When You Prioritize Search Volume Over Real-Time Scoring, You Get Stuck in a Treasure Hunt

#webdev #programming #security #appsec

The Problem We Were Actually Solving

What we thought we were doing was building a robust search solution that would scale with our user base. We measured success by how well players could find what they were looking for and how quickly they could play. But beneath the surface, operations were going haywire. Configuring Veltrix for just a few features took operators days, and no matter how many tweaks they made, the search results just weren't accurate.

This became increasingly evident when our team analyzed Google Analytics data. At peak hours, our search page was loading 50% slower, bouncing 3% more often, and showing results that were relevant to only 2% of our users. These metrics screamed that something was fundamentally wrong with our setup.

What We Tried First (And Why It Failed)

Our approach started with focusing on relevancy, which was crucial for delivering good search results. We experimented with tweaking the ranking algorithms, reordering the list of search features, and fine-tuning the query parser. We tried many different pre-built configurations, hoping one would magically solve our problems, but these all ended in disappointment.

However, one of these experiments gave us a crucial insight. We noticed that when we turned off caching, the speed issues largely disappeared. Yet switching off caching meant that every single query had to re-read and re-rank our search index, which was slow and resource-intensive.

The Architecture Decision

The choice to use Veltrix was based on its reputation for being a high-performance, easily maintainable search library. At the time, it seemed like the optimal solution because we didn't want to build our own search engine and instead needed a library that would just work. We relied on off-the-shelf tools and configurations, hoping they would solve our search-related problems.

However, this ultimately led us down a rabbit hole of tweaking configuration after tweaking configuration, where we discovered every time we fine-tuned our setup to make it more accurate, it would somehow hurt performance, and vice versa. It became difficult to decide which goal to prioritize.

What The Numbers Said After

Further analysis showed that when we went back to the drawing board and measured the effectiveness of each tweak, we realized that we were consistently overemphasizing the importance of search results and underemphasizing the impact of query duration on our players. Our decision to prioritize search volume over real-time scoring inadvertently led us to prioritize what operators thought was broken over what was actually broken.

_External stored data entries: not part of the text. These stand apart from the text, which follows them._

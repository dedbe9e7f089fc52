import { useMutation, useQueryClient } from '@tanstack/react-query';
import { photoResponseSchema, type PhotoSubjectType, type UpdatePhotoInput } from '@shared/schemas/photos';
import { api, upload } from '@/lib/api-client';
import { photoKeys } from './photos.queries';

export interface UploadPhotoInput {
  subjectType: PhotoSubjectType;
  subjectId: number;
  caption: string;
  file: File;
  /** Fraction of the file sent so far (0…1), for a progress bar. */
  onProgress?: (fraction: number) => void;
}

export function useUploadPhoto() {
  const queryClient = useQueryClient();
  return useMutation({
    mutationFn: ({ subjectType, subjectId, caption, file, onProgress }: UploadPhotoInput) => {
      const form = new FormData();
      form.set('subjectType', subjectType);
      form.set('subjectId', String(subjectId));
      form.set('caption', caption);
      // The file goes last, so the server has read the text fields when the file arrives.
      form.set('file', file);
      return upload('/photos', form, { schema: photoResponseSchema, onProgress });
    },
    onSuccess: (_data, { subjectType, subjectId }) => queryClient.invalidateQueries({ queryKey: photoKeys.list(subjectType, subjectId) }),
  });
}

export function useUpdatePhoto() {
  const queryClient = useQueryClient();
  return useMutation({
    mutationFn: ({ id, changes }: { id: number; changes: UpdatePhotoInput }) =>
      api(`/photos/${id}`, { method: 'PATCH', body: changes, schema: photoResponseSchema }),
    onSuccess: () => queryClient.invalidateQueries({ queryKey: photoKeys.lists() }),
  });
}

export function useDeletePhoto() {
  const queryClient = useQueryClient();
  return useMutation({
    mutationFn: (id: number) => api<void>(`/photos/${id}`, { method: 'DELETE' }),
    onSuccess: () => queryClient.invalidateQueries({ queryKey: photoKeys.lists() }),
  });
}
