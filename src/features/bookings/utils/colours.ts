import theme from '../../../../tailwind.config';

const { colors } = theme.theme.extend;

/**
 * One colour per instrument on the calendar, taken from Skewbench's own palette (tailwind.config.ts) so the
 * calendar matches the rest of the app. Every shade carries white event text at a contrast of at least 5:1;
 * neighbours in the list differ in hue, so instruments with consecutive ids look different.
 */
export const instrumentPalette = [
  colors.copper[600],
  colors.phase[600],
  colors.caution[700],
  colors.ink[500],
  colors.pass[700],
  colors.fault[500],
  colors.phase[800],
  colors.copper[800],
  colors.ink[700],
  colors.fault[700],
  colors.phase[700],
  colors.copper[700],
] as const;

/** The calendar colour of an instrument: the same for the same id, in every browser and session. */
export function instrumentColour(instrumentId: number): string {
  const index = ((instrumentId % instrumentPalette.length) + instrumentPalette.length) % instrumentPalette.length;
  return instrumentPalette[index]!;
}

/** Maintenance blocks: grey, hatched (see booking-calendar.css), whatever the instrument. */
export const maintenanceColours = { background: colors.ink[100], border: colors.ink[300], text: colors.ink[700] } as const;
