import { createPlugin } from '@fullcalendar/core';
import { NamedTimeZoneImpl } from '@fullcalendar/core/internal';
import { instantOfWallClock, wallClockAt } from './lab-time';

/**
 * FullCalendar's named time zones, backed by Intl through lab-time.ts. Without such a plugin FullCalendar
 * cannot compute offsets for `timeZone: 'Europe/Berlin'` and shows UTC clock times; with it, the calendar
 * shows the lab's wall clock in any browser, and select/drop callbacks hand back true instants.
 * (The luxon and moment plugins do the same with a library; Intl is already in every browser.)
 */
class IntlNamedTimeZone extends NamedTimeZoneImpl {
  /** Offset in minutes at the lab wall-clock time `a` ([year, month0, day, hour, minute, second, ms]). */
  offsetForArray(a: number[]): number {
    const wall = Date.UTC(a[0]!, a[1] ?? 0, a[2] ?? 1, a[3] ?? 0, a[4] ?? 0, a[5] ?? 0, a[6] ?? 0);
    return Math.round((wall - instantOfWallClock(wall, this.timeZoneName)) / 60_000);
  }

  /** The lab wall clock at an instant, as FullCalendar's date array. */
  timestampToArray(ms: number): number[] {
    const d = new Date(wallClockAt(ms, this.timeZoneName));
    return [d.getUTCFullYear(), d.getUTCMonth(), d.getUTCDate(), d.getUTCHours(), d.getUTCMinutes(), d.getUTCSeconds(), d.getUTCMilliseconds()];
  }
}

export const labTimeZonePlugin = createPlugin({ name: 'skewbench-lab-time-zone', namedTimeZonedImpl: IntlNamedTimeZone });
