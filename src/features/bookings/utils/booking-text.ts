import { z } from 'zod';
import { clashSchema, ruleIssueSchema, type Booking, type Clash, type RuleIssue } from '@shared/schemas/bookings';
import { ApiError } from '@/lib/api-client';
import { formatLabRange } from './lab-time';

/** `Tobiah Renwick` → `Tobiah R.`: enough to tell bookers apart on a crowded calendar. */
export function shortName(name: string): string {
  const [first, ...rest] = name.trim().split(/\s+/);
  const last = rest.at(-1);
  return last ? `${first} ${last[0]}.` : (first ?? '');
}

/** `PS-1 · SG-1`, the instruments of a booking by tag. */
export const instrumentTags = (booking: Pick<Booking, 'instruments'>) => booking.instruments.map((i) => i.tag).join(' · ');

/** The calendar title: tags and booker (`PS-1 · SG-1 — Tobiah R.`), just tags when the role may not see who, `Maintenance` for blocks. */
export function calendarTitle(booking: Booking): string {
  if (booking.kind === 'maintenance') return 'Maintenance';
  return booking.owner ? `${instrumentTags(booking)} — ${shortName(booking.owner.name)}` : instrumentTags(booking);
}

/** `PS-1 is booked Thu 3 Dec, 13:00–17:00 by Tobiah Renwick` (the name only where the role may see it). */
export function clashText(clash: Clash, timeZone: string): string {
  const when = formatLabRange(clash.startsAt, clash.endsAt, timeZone);
  if (clash.kind === 'maintenance') return `${clash.tag} is blocked for maintenance ${when}`;
  return `${clash.tag} is booked ${when}${clash.owner ? ` by ${clash.owner}` : ''}`;
}

const clashDetailsSchema = z.object({ clashes: z.array(clashSchema) });
const ruleDetailsSchema = z.object({ issues: z.array(ruleIssueSchema) });

/** What a refused booking request ran into: clashing slots (409) and broken rules (422), from the error's details. */
export interface BookingRefusal {
  message: string;
  clashes: Clash[];
  issues: RuleIssue[];
}

export function bookingRefusal(error: unknown): BookingRefusal | null {
  if (!(error instanceof ApiError)) return null;
  if (error.code === 'booking_clash') {
    const details = clashDetailsSchema.safeParse(error.details);
    return { message: error.message, clashes: details.success ? details.data.clashes : [], issues: [] };
  }
  if (error.code === 'booking_rule') {
    const details = ruleDetailsSchema.safeParse(error.details);
    return { message: error.message, clashes: [], issues: details.success ? details.data.issues : [] };
  }
  return null;
}

/** One line per clash or broken rule, else the server's message: for places with room for text only. */
export function refusalLines(error: unknown, timeZone: string): string[] {
  const refusal = bookingRefusal(error);
  if (!refusal) return [error instanceof Error ? error.message : 'The change was not saved.'];
  const lines = [...refusal.clashes.map((c) => clashText(c, timeZone)), ...refusal.issues.map((i) => i.message)];
  return lines.length ? lines : [refusal.message];
}

const claimDetailsSchema = z.object({
  entryStatus: z.string().optional(),
  offered: z.object({ startsAt: z.string(), endsAt: z.string() }).optional(),
});

/**
 * What a refused waitlist claim says about the offer, from the error's details: what became of the entry
 * (`waiting` again after a clash or a broken rule, `fulfilled` when it was already claimed …) and the freed
 * range that had been offered.
 */
export function claimRefusal(error: unknown): { entryStatus: string | null; offered: { startsAt: string; endsAt: string } | null } {
  const details = error instanceof ApiError ? claimDetailsSchema.safeParse(error.details) : null;
  return { entryStatus: details?.success ? (details.data.entryStatus ?? null) : null, offered: details?.success ? (details.data.offered ?? null) : null };
}
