const { loadConfig } = await import('../../server/config');
const { createSequelize } = await import('../../server/db/sequelize');
const { migrateUp } = await import('../../server/db/migrate');
const { startServer } = await import('../../server/main');
const { hashDeviceSecret } = await import('../../server/controllers/secrets');
const { hashSecret } = await import('../../server/auth/passwords');
const { sqlTs } = await import('../../server/db/sequelize');
const { EmbeddedBroker } = await import('../../server/mqtt/broker');
const { EventBus } = await import('../../server/events/bus');
const { createTelemetryMetrics } = await import('../../server/telemetry/metrics');
const { initModels } = await import('../../server/models');
const { createLogger } = await import('../../server/logger');
const { startMosquittoAccounts } = await import('../../server/mqtt/mosquittoAccounts');
const config = loadConfig();
const results: Record<string, unknown> = { brokerPersistence: config.MQTT_PERSISTENCE, machine: `${os.cpus().length} cores, ${Math.round(os.totalmem() / 2 ** 30)} GiB`, seconds: SECONDS, controllers: CONTROLLERS };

What I Would Do Differently

Now that we know what went wrong, I wouldn't choose to prioritize search volume or real-time scoring; I'd focus on end-to-end performance and user experience, measured by metrics that truly matter: search duration, query latency, and bounce rate. This would force us to build our own custom search engine or choose a library that fits our unique needs, rather than relying on pre-built configurations that inevitably create trade-offs.

The most valuable lesson from this fiasco is that when your team is getting stuck in a cycle of tweaking and patching a large and complex system, it's essential to step back, measure the real impact of your decisions, and prioritize the metrics that truly matter to your users – not just what you or your operators think is broken.